Bad Blood: Secrets and Lies in a Silicon Valley Startup
by John Carreyrou
New York: Alfred A. Knopf, (May 21, 2018).
352 pp. $16.77 (hardcover).
Reviewed by Nicholas Provenzo

Theranos founder and Stanford University dropout Elizabeth Holmes claimed that she created the “iPod of health care,” which could take a pinprick of blood from a person’s finger, scan it, and provide crucial information at low cost that could save that person’s life. Her company’s innovation, little more than the size of a super-automatic coffee machine, was, as Holmes put it, “the most important thing humanity has ever built.” A fantastic vision—but only if the underlying technology worked.

Holmes framed her blood test as a moral crusade. “People don’t even know that they have a basic human right to be able to get access to information about themselves and their own bodies that can change their lives.” 1 Modeling herself as the next Steve Jobs, replete with black turtlenecks and “reality distortion field,” Holmes attracted more than $900 million dollars from investors and boasted a corporate board that included luminaries such as former Secretaries of State George Shultz and Henry Kissinger, former U.S. Senator and heart-transplant surgeon Bill Frist, and high-profile attorney David Boies. Before leaving the Theranos board to return to government, U.S. Secretary of Defense James Mattis gushed that Holmes “has probably one of the most mature and well-honed sense of ethics—personal ethics, managerial ethics, business ethics, [and] medical ethics that I’ve ever heard articulated.”
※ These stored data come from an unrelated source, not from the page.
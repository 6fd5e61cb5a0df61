"""Safe reading of a site file: the bytes, the YAML node tree and the positions of its nodes.

The file is read through :func:`notchkit.bounded.read_regular` and refused over
:data:`MAX_FILE_BYTES` before it is parsed. PyYAML's safe loader builds only the
node tree (``yaml.compose``), never Python objects; nesting deeper than
:data:`MAX_DEPTH` and more than :data:`MAX_NODES` values are refused while it is
built, on the libyaml path and the pure-Python one alike. Every problem here is a
:class:`~notchkit.errors.SiteError` with the 1-based line and column PyYAML marks.

The helpers at the end describe a node for a problem line ("a mapping", "text
'abc'"); the reader and the field kinds share them.
"""

from __future__ import annotations

import yaml

from notchkit.errors import Problem, SiteError

MAX_FILE_BYTES = 2 * 1024 * 1024
"""Largest site file read, in bytes (2 MiB); a real site file is a few kB."""
MAX_DEPTH = 32
"""Deepest nesting of lists and mappings accepted (a site file needs 5)."""
MAX_NODES = 20_000
"""Most values visited, counting each repeat through an alias."""

_YAML = "tag:yaml.org,2002:"
_STR, _INT, _FLOAT, _BOOL, _NULL = (_YAML + t for t in ("str", "int", "float", "bool", "null"))
_MAP, _SEQ = _YAML + "map", _YAML + "seq"
_MERGE = _YAML + "merge"
_PLAIN_TAGS = frozenset({_STR, _INT, _FLOAT, _BOOL, _NULL, _MAP, _SEQ})


class _Limit(Exception):
    """The file passes a safety limit at ``mark``: too deep or too many values."""

    def __init__(self, mark: yaml.Mark, message: str):
        self.mark = mark
        self.message = message


_TOO_DEEP = f"nested deeper than {MAX_DEPTH} levels (a site file nests at most 6)"
_TOO_MANY = f"more than {MAX_NODES} values in the file (a site file has a few hundred)"


class _Loader(yaml.SafeLoader):
    """The safe loader, refusing deep nesting (compose recurses) and too many values."""

    def __init__(self, stream: str):
        super().__init__(stream)
        self._depth = 0
        self._nodes = 0

    def compose_node(self, parent, index):  # noqa: ANN001 - PyYAML's signature
        self._depth += 1
        self._nodes += 1
        try:
            if self._depth > MAX_DEPTH:
                raise _Limit(self.peek_event().start_mark, _TOO_DEEP)
            if self._nodes > MAX_NODES:
                raise _Limit(self.peek_event().start_mark, _TOO_MANY)
            return super().compose_node(parent, index)
        finally:
            self._depth -= 1


def _line_col(text: str, index: int) -> tuple[int, int]:
    """1-based line and column of a character index in ``text``."""
    line = text.count("\n", 0, index) + 1
    col = index - (text.rfind("\n", 0, index) + 1) + 1
    return line, col


def _read_text(path: str) -> str:
    def fail(line: int, col: int, msg: str) -> SiteError:
        return SiteError([Problem(path, line, col, "", msg)])

    from notchkit.bounded import ReadRefused, read_regular

    try:
        data = read_regular(path, MAX_FILE_BYTES)
    except ReadRefused as exc:
        msg = {
            "missing": "no such file (give the path of an existing .yaml site file)",
            "directory": "is a directory, not a site file (give the path of a .yaml file)",
            "special": f"{exc.reason} (give the path of a .yaml site file)",
            "too_big": _too_big(exc.size),
            "denied": "permission denied (the site file must be readable)",
        }.get(exc.kind, f"{exc.reason} (give a readable site file)")
        raise fail(0, 0, msg) from None
    if len(data) > MAX_FILE_BYTES:
        raise fail(0, 0, _too_big(len(data)))
    if data.startswith(b"\xef\xbb\xbf"):
        data = data[3:]
    try:
        return data.decode("utf-8")
    except UnicodeDecodeError as exc:
        head = data[: exc.start]
        line = head.count(b"\n") + 1
        line_start = head.rfind(b"\n") + 1
        col = len(head[line_start:].decode("utf-8", errors="replace")) + 1
        byte = data[exc.start]
        raise fail(
            line,
            col,
            f"byte 0x{byte:02x} at offset {exc.start} is not UTF-8 text "
            "(save the file as UTF-8)",
        ) from None


def _too_big(size: int) -> str:
    return (
        f"file is {size} bytes, larger than the {MAX_FILE_BYTES} byte limit "
        "(a site file is a few kB; is this the right file?)"
    )


def _compose(path: str, text: str) -> yaml.Node | None:
    """The node tree, with libyaml's speed where it is installed.

    libyaml's composer recurses in C, so its event stream (which does not) is
    first checked for depth and size. A syntax problem on that path goes to
    PyYAML's own loader, whose positions and wording every problem line uses.
    """
    if getattr(yaml, "__with_libyaml__", False):
        try:
            _check_events(text)
            return yaml.compose(text, Loader=yaml.CSafeLoader)
        except yaml.YAMLError:
            pass
        except _Limit as exc:
            raise _limit_error(path, exc) from None
    return _compose_slow(path, text)


def _check_events(text: str) -> None:
    """Count nodes and nesting in libyaml's event stream, as :class:`_Loader` does."""
    depth = nodes = 0
    for event in yaml.parse(text, Loader=yaml.CSafeLoader):
        if isinstance(event, yaml.CollectionEndEvent):
            depth -= 1
            continue
        if not isinstance(event, yaml.NodeEvent):
            continue
        nodes += 1
        if depth + 1 > MAX_DEPTH:
            raise _Limit(event.start_mark, _TOO_DEEP)
        if nodes > MAX_NODES:
            raise _Limit(event.start_mark, _TOO_MANY)
        if isinstance(event, yaml.CollectionStartEvent):
            depth += 1


def _limit_error(path: str, exc: _Limit) -> SiteError:
    return SiteError([Problem(path, exc.mark.line + 1, exc.mark.column + 1, "", exc.message)])


def _compose_slow(path: str, text: str) -> yaml.Node | None:
    try:
        return yaml.compose(text, Loader=_Loader)
    except _Limit as exc:
        raise _limit_error(path, exc) from None
    except yaml.MarkedYAMLError as exc:
        mark = exc.problem_mark or exc.context_mark
        line, col = (mark.line + 1, mark.column + 1) if mark else (0, 0)
        what = exc.problem or "cannot be parsed"
        context = ""
        if exc.context:
            context = exc.context
            if exc.context_mark is not None and exc.context_mark.line != getattr(mark, "line", None):
                context += f" from line {exc.context_mark.line + 1}"
            context += "; "
        hint = "check the indentation, quotes and brackets"
        if "'\\t'" in what:
            hint = "indent with spaces, never tabs"
        elif "expected a single document" in context:
            what, context = "a second document starts here", ""
            hint = "one site per file; split the file at the '---'"
        raise SiteError([Problem(path, line, col, "", f"YAML syntax: {what} ({context}{hint})")]) from None
    except yaml.reader.ReaderError as exc:
        line, col = _line_col(text, exc.position)
        raise SiteError(
            [
                Problem(
                    path,
                    line,
                    col,
                    "",
                    f"control character U+{exc.character:04X} is not allowed in YAML "
                    "(remove it; only printable text, tabs and newlines)",
                )
            ]
        ) from None
    except yaml.YAMLError as exc:  # pragma: no cover - any other PyYAML complaint
        raise SiteError([Problem(path, 0, 0, "", f"YAML: {exc} (check the file)")]) from None


# ---------------------------------------------------------------------------
# Walking the nodes


def read_tree(path: str) -> yaml.Node | None:
    """The node tree of the site file at ``path`` (``None`` for an empty file).

    Raises :class:`~notchkit.errors.SiteError` (one problem) when the file cannot be
    read, is too big, is not UTF-8, passes a nesting or size limit or is not YAML.
    """
    return _compose(path, _read_text(path))


# ---------------------------------------------------------------------------
# Describing a node in a problem line
# ---------------------------------------------------------------------------


def mark(node: yaml.Node | None) -> tuple[int, int]:
    """1-based line and column of a node's start; (0, 0) for no node."""
    return (node.start_mark.line + 1, node.start_mark.column + 1) if node else (0, 0)


def _kind(node: yaml.Node) -> str:
    if isinstance(node, yaml.MappingNode):
        return "a mapping"
    if isinstance(node, yaml.SequenceNode):
        return "a list"
    return {
        _STR: "text",
        _INT: "a number",
        _FLOAT: "a number",
        _BOOL: "a boolean",
        _NULL: "nothing",
    }.get(node.tag, f"a {_show_tag(node.tag)} value")


def _show_tag(tag: str) -> str:
    return "!!" + tag[len(_YAML) :] if tag.startswith(_YAML) else tag


def _shown(node: yaml.ScalarNode) -> str:
    """A scalar as written: text quoted, numbers and plain words like 1e12 as they are."""
    text = node.value if len(node.value) <= 40 else node.value[:37] + "..."
    if node.tag != _STR:
        return text
    if not node.style and _looks_numeric(node.value):
        return text
    return repr(text)


def _looks_numeric(text: str) -> bool:
    try:
        float(text)
    except ValueError:
        return False
    return True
Yet as Wall Street Journal reporter John Carreyrou chronicles in his best-selling book Bad Blood: Secrets and Lies in a Silicon Valley Startup, Holmes’s claims were complete fabrications. Instead of revolutionizing the field of blood-testing, Theranos’s technology gave patients grossly inaccurate data—if it worked at all.

Carreyrou shows how Holmes created a culture of fraud, flattery, and fear going back to Theranos’s earliest days. He describes how she and former Theranos President and Chief Operating Officer Ramesh “Sunny” Balwani lured board members, investors, and employees into their web with fake demonstrations and then siloed or outright falsified key information, preventing most from piecing together the true state of the company’s technology. Moreover, if an employee asked a question or raised a concern that Holmes felt reflected anything less than blind loyalty, Holmes quickly sacked the employee and threatened litigation should the employee dare to break confidentiality agreements by revealing Theranos’s problems.

Carreyrou describes how after one employee quit because her well-founded concerns over Theranos’s technology fell on deaf ears, Holmes gathered employees in a company-wide meeting to state that she was “building a religion” and that if there were any among them who didn’t believe, they should leave. According to Carreyrou, Balwani put it more bluntly. Anyone not prepared to show complete devotion to Theranos should “get the f#$% out.” As Carreyrou makes clear, Theranos was more a cult of personality than a viable business concern.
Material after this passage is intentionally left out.